Gay Icon - Historical Examples

Historical Examples

Plausibly the earliest gay icon was Saint Sebastian, a Christian saint and martyr, whose strong and shirtless physique, symbolic arrow-pierced flesh, and rapturous look of pain combined have intrigued artists, both gay and straight, for centuries and began the first explicitly gay cult in the nineteenth century. Richard A. Kaye, a journalist, wrote, "contemporary gay men have seen in Sebastian at once a stunning advertisement for homosexual desire (indeed, a homoerotic ideal), and a prototypical portrait of tortured closet case."

Due to Saint Sebastian's status as gay icon, Tennessee Williams chose to use that name for the martyred character Sebastian in his play, Suddenly, Last Summer. The name was also used by Oscar Wilde – as Sebastian Melmoth – when in exile after his release from prison. Wilde, an Irish writer and poet, was about as "out of the closet" as was possible for the late nineteenth century, and is himself considered to be a gay icon.

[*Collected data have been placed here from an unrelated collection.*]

def solve_reference(P, O, L_ph, T_eff, rtol):
    """Regular Model B wind with photosphere (L_ph, T_eff), the plain scipy way.

    Parameters
    ----------
    P, O : ndarray of float64
        Model B and opacity vectors (``model.kernel_arrays``); Mdot and Edot
        slots are ignored.
    L_ph : float
        Photospheric luminosity [erg s-1].
    T_eff : float
        Effective temperature [K].
    rtol : float
        windsolve's ``numerics.rtol``, used as ``atol`` on ln v and ln T.

    Returns
    -------
    dict
        ``mass_loss_rate`` [g s-1], ``sonic_radius`` [cm], ``sonic_temperature``
        [K] and ``n_shots`` (inward shots from the photosphere).
    """
    L_ph, T_eff, rtol = float(L_ph), float(T_eff), float(rtol)  # no numpy scalars
    R = math.sqrt(L_ph / (FOUR_PI * SIGMA_SB * T_eff**4))
    w = _Wind(P, O)
    shots = [0]

    def count(result):
        shots[0] += 1
        return result

    lo, hi, code_lo = bracket(w, R, L_ph, T_eff, rtol, count)
    while hi - lo > 1e-14 * (1.0 + abs(lo)):
        m = 0.5 * (lo + hi)
        code = count(shoot(w, m, R, L_ph, T_eff, rtol))[0]
        if code == code_lo:
            lo = m
        elif code in SIDES:
            hi = m
        else:
            raise RuntimeError(f"shot at ln Mdot = {m} failed with code {code}")
    x_sonic = lo if code_lo == D.SIDE_SONIC else hi
    code, sol = count(shoot(w, x_sonic, R, L_ph, T_eff, rtol))
    if code != D.SIDE_SONIC or sol.t.size < 2:
        raise RuntimeError("the converged inward solution did not reach the sonic point")
    stop = (math.exp(sol.t[-1]), math.exp(sol.y[0, -1]), math.exp(sol.y[1, -1]))
    k = sol.t.size - 1
    while k > 0 and sol.t[k] < sol.t[-1] + B.TIE_DISTANCE:
        k -= 1
    tie = (math.exp(sol.t[k]), math.exp(sol.y[0, k]), math.exp(sol.y[1, k]))
    rc, Tc = refine_critical(w, x_sonic, stop, tie, rtol)
    return dict(mass_loss_rate=math.exp(x_sonic), sonic_radius=rc, sonic_temperature=Tc,
                n_shots=shots[0])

Marie Antoinette was an early lesbian icon. Rumors about her relationships with women circulated in pornographic detail by anti-royalist pamphlets before the French Revolution. In Victorian England, biographers who idealized the Ancien Régime made a point of denying the rumours, but at the same time romanticised Marie Antoinette's "sisterly" friendship with the Princesse de Lamballe as – in the words of an 1858 biography – one of the "rare and great loves that Providence unites in death." By the end of the nineteenth century she was a cult icon of "sapphism"; her execution, seen as tragic martyrdom, may have added to her appeal.

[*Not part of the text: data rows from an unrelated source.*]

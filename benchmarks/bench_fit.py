"""Likelihood evaluations per second of `windsolve fit`, against a plain loop of the same solves.

Run from the repository's top folder: ``python benchmarks/bench_fit.py``.

For each case the same walker points are solved
  (0) as bare solves of models built beforehand (the kernels' cost: a lower bound),
  (1) by a plain loop: one :func:`windsolve.sweep.run_batch` call per model (what a
      hand-written likelihood around windsolve's fastest solve would do),
  (2) by the fit's likelihood (:class:`windsolve.fit.LogPosterior`, a whole half-ensemble
      per call, in this process),
  (3) by a whole fit (emcee, checkpoints, convergence, output) in this process, and
  (4) by a whole fit with 2 local worker processes (the sweep executor),
and each is printed as models per second.  Goals (issue 15): Model A with widths
>= 2000/s on 2 cores; Model B photosphere-anchored >= 100/s.  The machine is noisy:
run it two or three times before reading a number off it.
"""

import sys
import tempfile
import time
from pathlib import Path

import numpy as np

TOP = Path(__file__).resolve().parent.parent
sys.path.insert(0, str(TOP))

from windsolve.fit import LogPosterior, initial_walkers, load_fit, run_fit  # noqa: E402
from windsolve.lines import LineSettings  # noqa: E402
from windsolve.models.isothermal import solve_isothermal_cgs  # noqa: E402
from windsolve.solve import solve  # noqa: E402
from windsolve.sweep import apply_changes, run_batch  # noqa: E402

CASES = {
    "Model A (demo, porous) with widths": ("demo.toml", "observed_widths.csv", """
[[free]]
key = "star.luminosity"
prior = "log-uniform"
lower = "3.5e6 Lsun"
upper = "4.5e6 Lsun"

[[free]]
key = "porosity.length"
prior = "uniform"
lower = "6 Rsun"
upper = "14 Rsun"

[[free]]
key = "boundary.base_density"
prior = "log-uniform"
lower = "5e-10 g/cm3"
upper = "2e-9 g/cm3"
""", 32, 400),
    "Model B (bump wind, photosphere-anchored), v_inf": ("bump_wind.toml", None, """
[[free]]
key = "boundary.photosphere_luminosity"
prior = "log-uniform"
lower = "1.9e5 Lsun"
upper = "2.1e5 Lsun"
""", 8, 40),
}


def write(tmp, name, base, obs, free, walkers, steps):
    if obs is None:  # a terminal velocity near the base model's (invented)
        obs_path = tmp / f"{name}.csv"
        obs_path.write_text("object,quantity,line,value,uncertainty,unit\n"
                            "bench (invented),terminal_velocity,-,1000,300,km/s\n")
    else:
        obs_path = TOP / "configs" / obs
    fit = tmp / f"{name}.toml"
    fit.write_text(f'[fit]\nbase = "{TOP / "configs" / base}"\nobservations = "{obs_path}"\n'
                   f'model_uncertainty = 0.05\n{free}\n[sampler]\nwalkers = {walkers}\n'
                   f'steps = {steps}\nseed = 1\n')
    return fit


def main():
    import emcee  # noqa: F401 -- imported once (~1.5 s, scipy.stats), not timed in a fit
    with tempfile.TemporaryDirectory() as tmp:
        tmp = Path(tmp)
        for i, (label, (base, obs, free, walkers, steps)) in enumerate(CASES.items()):
            spec = load_fit(write(tmp, f"case{i}", base, obs, free, walkers, steps))
            theta = initial_walkers(spec)
            # Distinct points, as a chain's (no value is read twice).
            points = np.concatenate([theta * (1 + 1e-9 * k) for k in range(4)])
            items = [(j, spec.changes(t)) for j, t in enumerate(points)]
            run_batch(spec.base, items[:2], False, spec.lines)  # warm (numba cache, imports)
            # (0) the bare solves of models built beforehand (not timed): the kernels'
            # own cost, with widths for Model A, a lower bound for any likelihood.
            models = [apply_changes(spec.base_model, changes) for _, changes in items]
            if spec.base_model.kind == "isothermal":
                settings = LineSettings(**spec.lines).cgs

                def bare(model, settings=settings):
                    return solve_isothermal_cgs(model, profile=False, critical=False,
                                                widths=settings, explain=False)
            else:
                bare = solve
            t0 = time.perf_counter()
            for model in models:
                bare(model)
            kernel = len(models) / (time.perf_counter() - t0)
            t0 = time.perf_counter()
            for item in items:
                run_batch(spec.base, [item], False, spec.lines)
            plain = len(items) / (time.perf_counter() - t0)
            logpost = LogPosterior(spec)
            half = walkers // 2
            t0 = time.perf_counter()
            for j in range(0, len(points), half):
                logpost(points[j:j + half])
            batched = len(points) / (time.perf_counter() - t0)
            print(f"{label}:")
            print(f"  bare solves of prebuilt models   {kernel:9.0f} models/s")
            print(f"  plain loop of run_batch solves   {plain:9.0f} models/s")
            print(f"  fit likelihood, half-ensembles   {batched:9.0f} models/s "
                  f"({batched / plain:.2f} x plain)")
            for workers in (1, 2):
                t0 = time.perf_counter()
                run = run_fit(spec, tmp / f"chain{i}-{workers}.h5", workers=workers)
                rate = run.evaluations / (time.perf_counter() - t0)
                print(f"  whole fit, {workers} worker{'s' * (workers > 1)} "
                      f"{'(in process)' if workers == 1 else '(process pool)'}"
                      f"{'' if workers == 1 else '  '}  {rate:9.0f} models/s "
                      f"({rate / plain:.2f} x plain; {run.evaluations} models, "
                      f"statuses {run.statuses})")


if __name__ == "__main__":
    main()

Allusions to her appearance in early twentieth century lesbian literature – most notably Radclyffe Hall's The Well of Loneliness – where the gay playwright Jonathan Brockett describes Marie Antoinette and de Lamballe as "poor souls... sick to death of the subterfuge and pretenses." She had crossover appeal as a gay icon as well, at least for Jean Genet, who was fascinated by her story. He included a reenactment of her execution in his 1947 play The Maids.